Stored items

——

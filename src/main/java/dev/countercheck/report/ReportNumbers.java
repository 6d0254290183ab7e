package dev.countercheck.report;

import dev.countercheck.eurocode.Num;

import java.math.BigDecimal;
import java.math.RoundingMode;

/**
 * How numbers are rounded for output. Plain notation, no exponent, no locale.
 *
 * <p>The JSON result:
 * <ul>
 *   <li>computed quantities and trace results: four significant figures, as in the trace's
 *       substituted text ({@link Num#f});</li>
 *   <li>utilisation and claim difference: four decimal places;</li>
 *   <li>claimed values: as submitted (the shortest decimal that gives the same double), so the
 *       report never misquotes the designer.</li>
 * </ul>
 *
 * <p>The HTML report and the PDF show the same numbers to the precision that suits each quantity
 * ({@link #display}): never more digits than the JSON, and never fewer than the trace's
 * substituted values carry, so each step can be followed by hand. Utilisation is shown to two
 * decimals rounded up, so a failing check never reads 1.00.
 */
final class ReportNumbers {

    private static final int RATIO_DECIMALS = 4;
    private static final int UTILISATION_DECIMALS = 2;

    private ReportNumbers() {
    }

    /** A dimensionless ratio, to four decimal places: {@code 0.91234 → 0.9123}, {@code 0.9100 → 0.91}. */
    static BigDecimal ratio(double value) {
        return new BigDecimal(value).setScale(RATIO_DECIMALS, RoundingMode.HALF_EVEN).stripTrailingZeros();
    }

    /** A value the designer submitted, as written: {@code 4300.0 → 4300}, {@code 4301.95 → 4301.95}. */
    static BigDecimal claimed(double value) {
        return BigDecimal.valueOf(value).stripTrailingZeros();
    }

    /** A computed quantity, to four significant figures ({@code 4301.9 → "4302"}): the trace's own text, {@link Num#f}. */
    static String quantityText(double value) {
        return Num.f(value);
    }

    /** Text of {@link #ratio}. */
    static String ratioText(double value) {
        return ratio(value).toPlainString();
    }

    /** Text of {@link #claimed}. */
    static String claimedText(double value) {
        return claimed(value).toPlainString();
    }

    /**
     * A relative difference in per cent, signed, from the same four-decimal rounding the JSON
     * carries (only the decimal point moves): {@code -0.0004 → "-0.04 %"}, {@code 0.125 → "+12.5 %"}.
     */
    static String percentText(double difference) {
        BigDecimal percent = ratio(difference).movePointRight(2).stripTrailingZeros();
        String sign = percent.signum() > 0 ? "+" : "";
        return sign + percent.toPlainString() + " %";
    }

    /**
     * A computed value for a person to read, to four significant figures and at most as many
     * decimals as suit its unit: whole mm² ({@code 2945.24 mm2 → "2945"}), tenths of mm, kN and kNm
     * ({@code 42.357 mm → "42.4"}), tenths of a degree; MPa and plain numbers keep four
     * significant figures ({@code 0.003125 → "0.003125"}).
     */
    static String display(double value, String unit) {
        String figures = Num.f(value);
        int decimals = switch (unit) {
            case "mm2" -> 0;
            case "mm", "kN", "kNm", "deg" -> 1;
            default -> Integer.MAX_VALUE;
        };
        int point = figures.indexOf('.');
        if (point < 0 || figures.length() - point - 1 <= decimals) {
            // Four figures within the unit's decimals: Num.f's text is already plain, without trailing zeros.
            return figures;
        }
        BigDecimal rounded = new BigDecimal(value).setScale(decimals, RoundingMode.HALF_EVEN).stripTrailingZeros();
        return rounded.signum() == 0 ? "0" : rounded.toPlainString();
    }

    /** A unit as printed: {@code mm2 → mm²}, {@code deg → °}, {@code - → –} (dimensionless). */
    static String unit(String unit) {
        return switch (unit) {
            case "mm2" -> "mm²";
            case "mm3" -> "mm³";
            case "deg" -> "°";
            case "-" -> "–";
            default -> unit;
        };
    }

    /**
     * A utilisation to two decimals, rounded up so that the text is never below the value:
     * {@code 1.0004 → "1.01"} (a failing check never reads 1.00), {@code 0.8123 → "0.82"}. Rounded
     * from the shortest decimal of the double, so that 0.9 stays 0.90.
     */
    static String utilisation(double value) {
        return BigDecimal.valueOf(value).setScale(UTILISATION_DECIMALS, RoundingMode.CEILING).toPlainString();
    }

    /**
     * The width of a utilisation bar in percent of its track (the track stands for 0 to 1): the utilisation as
     * printed, times 100, at most 100 (a bar past its track is marked as over, not drawn longer).
     */
    static String barPercent(double value) {
        BigDecimal printed = BigDecimal.valueOf(value).setScale(UTILISATION_DECIMALS, RoundingMode.CEILING);
        return printed.min(BigDecimal.ONE).max(BigDecimal.ZERO).movePointRight(2).stripTrailingZeros()
                .toPlainString();
    }
}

——

### What you need to do
From the records above, pick out and copy each line holding the word "math".

### Task output
import java.math.BigDecimal;
import java.math.RoundingMode;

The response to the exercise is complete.